On average, it takes about two weeks for a dress. All the underpinnings — designing the framed cages, finding the right material, making the corset, the petticoats, the boots — everything has to be drawn [first].

What happened during fittings with the actors?

It is a technical process. They might say, “For this reason, I think we should start with this.” We talk about it. It’s important to engage [the actors] in the process so that they know that we’re thinking about not only shapes and colors, but how they feel in the costume. Kristin [Scott Thomas] was very keen to know why things were a certain color or shape. We had lots of fittings. They were all very serious about the way they looked.

How did the costumes help the actors get into character?

They might say, “Why do I need this?” I’d explain, “You put the corset on and then the dress. It fills the dress out and makes the lines of the dress smooth.” Then I’d put the cage on them and the stockings…. I’d see the woman pulling up their stockings on set between takes. They’d do rehearsals with Ralph where they’d talk about script and the dialogue, but when they actually stood in their costumes, it was a chance for them to feel really involved in their character’s world. Really, properly, physically involved.
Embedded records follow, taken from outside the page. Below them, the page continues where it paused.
A term (a predictor) owns one or more columns of the model matrix: a
spline basis or the indicators of a categorical predictor enter and leave
together.  Three methods are offered, as the field uses them (and warns about
them; Harrell 2015, section 4.3):

* ``"forward"``: a forward stepwise path by score tests, the model size
  chosen by k-fold cross-validated test log-likelihood, the path then re-run
  on all data up to that size;
* ``"backward"``: backward elimination by AIC from the full model;
* ``"none"``: the pre-specified model with every term;
* ``"ridge"``, ``"lasso"``, ``"elastic_net"``: every term in one penalised
  fit, the penalty chosen by k-fold cross-validated log-likelihood on
  standardised columns (:func:`riskvet.modelling.penalized.tune_penalty`);
  a term whose coefficients the lasso part sets to zero is left out, and a
  multi-column term is penalised as a group, so it enters or leaves whole.

Firth's bias-reduced estimation (``firth=True``) is a fitting option for
``"forward"``, ``"backward"`` and ``"none"``: every fit of the procedure is
then a Firth fit.

Selection is a deterministic function of the data, the options and the
seed, so that a bootstrap can repeat it in every resample.
"""

from __future__ import annotations

import dataclasses
import math
import warnings
from typing import Any, Mapping, Sequence

import numpy as np
import pandas as pd
from scipy import special
from scipy.linalg import lapack

from .._jsonable import to_jsonable
from ..errors import ConvergenceWarning, DesignError, FitError, RiskvetWarning, SeparationWarning, problem
from .fitter import (
    CumulativeFit,
    _RawFit,
    _as_matrix,
    _as_outcome,
    _as_vector,
    DEFAULT_MAX_ITER,
    DEFAULT_TOL,
    _check_levels,
    _chol_scaled,
    _chol_solve,
    _column_screen,
    _Design,
    _evaluate,
    _fit_design,
    _grad_hess,
    _level_layout,
    _raise_if_collinear,
    _separated_columns,
    _sorted_design,
    fit_cumulative,
    one_blas_thread,
)
from .folds import cluster_folds
from .links import LINKS

__all__ = ["select_terms", "SelectionResult", "METHODS"]

METHODS = ("forward", "backward", "none", "ridge", "lasso", "elastic_net")
#: The methods whose model is one penalised fit, and the l1 share of their penalty (elastic net: the caller's).
PENALIZED = {"ridge": 0.0, "lasso": 1.0, "elastic_net": None}
#: What happens when the chosen model's maximum-likelihood fit is separated.
ON_SEPARATION = ("warn", "firth")

_PATH_COLUMNS = ["step", "action", "term", "criterion", "statistic", "df", "p", "loglik", "aic", "n_params"]


@dataclasses.dataclass(frozen=True, eq=False)
class SelectionResult:
    """Outcome of :func:`select_terms`.

    Attributes
    ----------
    method : str
        ``"forward"``, ``"backward"`` or ``"none"``.
    terms : tuple of str
        Terms of the chosen model: forced terms first, then the others in
        entry order (forward) or in the order of ``groups`` (backward, none).
    forced : tuple of str
        Terms kept in every model.
    columns : tuple of str
        Model-matrix columns of the chosen model, in the order of ``terms``.
    path : pandas.DataFrame
        One row per step on all data: step, action ("start", "add",
        "remove"), term, criterion ("score" or "aic"), statistic (score
        statistic, or the AIC after the removal), df, p (score test, or the
        likelihood-ratio test of the removal), loglik, aic and n_params of
        the model after the step.
    cv : pandas.DataFrame or None
        Forward method: for each model size (number of terms entered beyond
        the forced ones) the mean over folds of the test log-likelihood per
        observation, its standard error across folds, and the number of folds
        whose path reached that size.  None for the other methods.
    cv_by_fold : pandas.DataFrame or None
        Long table: fold, size, test log-likelihood per observation.
    size : int or None
        Chosen number of non-forced terms (forward).
    fit : CumulativeFit
        The chosen model fitted on all data.
    seed : int or None
        Seed of the fold assignment (None if a Generator was given or no
        cross-validation was run).
    n_folds : int or None
        Number of folds (forward).
    link : str
        Link of every fit.
    proportional : bool
        Model form of every fit.
    warnings : tuple of str
        Trouble met along the way (fold paths cut short, fits that did not
        converge or hinted at separation) and the final fit's warnings.
    penalty : PenaltyChoice or None
        The penalised methods: the cross-validated choice of the penalty
        (its curve, the chosen ``alpha``); None for the other methods.
    refit_with_firth : bool
        Whether the chosen model's maximum-likelihood fit was separated and
        ``on_separation="firth"`` refitted it with Firth's method.
    """

    method: str
    terms: tuple
    forced: tuple
    columns: tuple
    path: pd.DataFrame
    cv: pd.DataFrame | None
    cv_by_fold: pd.DataFrame | None
    size: int | None
    fit: CumulativeFit
    seed: int | None
    n_folds: int | None
    link: str
    proportional: bool
    warnings: tuple
    penalty: Any = None
    refit_with_firth: bool = False

    def to_frame(self) -> pd.DataFrame:
        """The selection path (see ``path``)."""
        return self.path.copy()

    def to_dict(self) -> dict:
        return to_jsonable(
            {
                "method": self.method,
                "terms": list(self.terms),
                "forced": list(self.forced),
                "columns": list(self.columns),
                "size": self.size,
                "seed": self.seed,
                "n_folds": self.n_folds,
                "link": self.link,
                "proportional": self.proportional,
                "path": self.path,
                "cv": self.cv,
                "warnings": list(self.warnings),
                "penalty": None if self.penalty is None else self.penalty.to_dict(),
                "refit_with_firth": self.refit_with_firth,
                "fit": self.fit.to_dict(),
            }
        )


# ---------------------------------------------------------------------------
# Pieces
# ---------------------------------------------------------------------------


def _log_chi2_sf(stat: float, df: int) -> float:
    """log P(chi2_df > stat), finite far into the tail.

    Notes
    -----
    Below 1e-300 the upper incomplete gamma function is replaced by its
    asymptotic form ``Gamma(s, x) ~ x^(s-1) e^(-x) (1 + (s-1)/x)`` with
    ``s = df/2``, ``x = stat/2`` (Abramowitz & Stegun 1964, section 6.5), good enough to
    rank terms whose p-values underflow.
    """
    sf = special.chdtrc(df, stat)
    if sf > 1e-300:
        return math.log(sf)
    s = df / 2.0
    x = stat / 2.0
    return (s - 1.0) * math.log(x) - x - special.gammaln(s) + math.log1p((s - 1.0) / x)


def _log_chi2_sf_many(stats: np.ndarray, df: np.ndarray) -> np.ndarray:
    """:func:`_log_chi2_sf` of each statistic (0 where the statistic is not positive or NaN)."""
    with np.errstate(divide="ignore", invalid="ignore"):
        sf = special.chdtrc(df, stats)
        out = np.where(stats > 0, np.log(sf), 0.0)
    for i in np.flatnonzero((stats > 0) & ~(sf > 1e-300)):
        out[i] = _log_chi2_sf(float(stats[i]), int(df[i]))
    return out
What was it like working with Felicity Jones?

Felicity is a smart girl. She thought about her character all the time. The difficulty for Felicity was that she’s the one who had to age a good 60 or 70 years. Jenny Shircore, the woman who did the make-up, I’m sure they did technical things with her, but no prosthetics or anything. Felicity did it with how she held herself, and I gave her dark, stronger, more mature colors [as her character got older]. When you watch the film, even her behavior is different. She was involved in the details of her costumes — the length of her skirt, how far off the ground it should be, how she would feel in it. She would walk in the shoes and say, “It feels better like this.” When it comes to those small details, [I believe] the actors should be allowed to discuss them with you. They’re the ones walking or standing around in the costumes for hours and hours.

Period pieces are expensive to produce. Was it difficult to stay within your budget?

It’s always difficult. The money is never unlimited, which is good because it disciplines you. You think, “We can’t survive without this. We can’t survive without that.” The terrible thing is when you have made extra things and they get cut in the edit, especially if it’s a dress or a costume that you really loved. You don’t know that’s going to happen. You always end up putting something in a budget thinking, “What it really needs is this,” and then the producers say, “All we have is this.” But you work it out.

Where are the costumes now?

I have someone preparing some of them for the Fashion Institute of Design and Merchandising Museum in Los Angeles.

Will they be exhibited at FIDM?

I think so. That’s what they’re asking for. I don’t know whether they have the space. Some of the dresses and skirts are quite big, but if they want them, they can have them.

How does it feel to be nominated for an Oscar for a third time?

The first time was odd and it is odd. You kind of think, “I wonder how?” But I’m thrilled. It’s nice because the people voting for it are your peers. They know the job, they know how challenging it can be, and they recognize it. There was some great work this year. It’s great to be part of that.

It’s not often that a film that’s still in limited release gets an Oscar nomination.

It is quite incredible. That’s why I didn’t quite understand the nomination. I know that people get screeners and they go to screenings. It hasn’t even opened in the UK yet. I know that all the films get released around that time with that purpose, but a small, period film like ours about an intimate story? It’s not going for massive audiences. There are so many other films around that have seen and could have recognized.

Have you seen the other films that are nominated for the costume designer Oscar?

I’ve seen two of them so far, The Grandmaster and American Hustle, which were both fantastic. You watch them and think, “That’s amazing!” It’s important that the quality and standard of costumes in film is high.

Do you have your tuxedo ready for the show?

People try to offer you something to wear, [but] I have a tuxedo that I had made for me. I don’t get to wear it that often.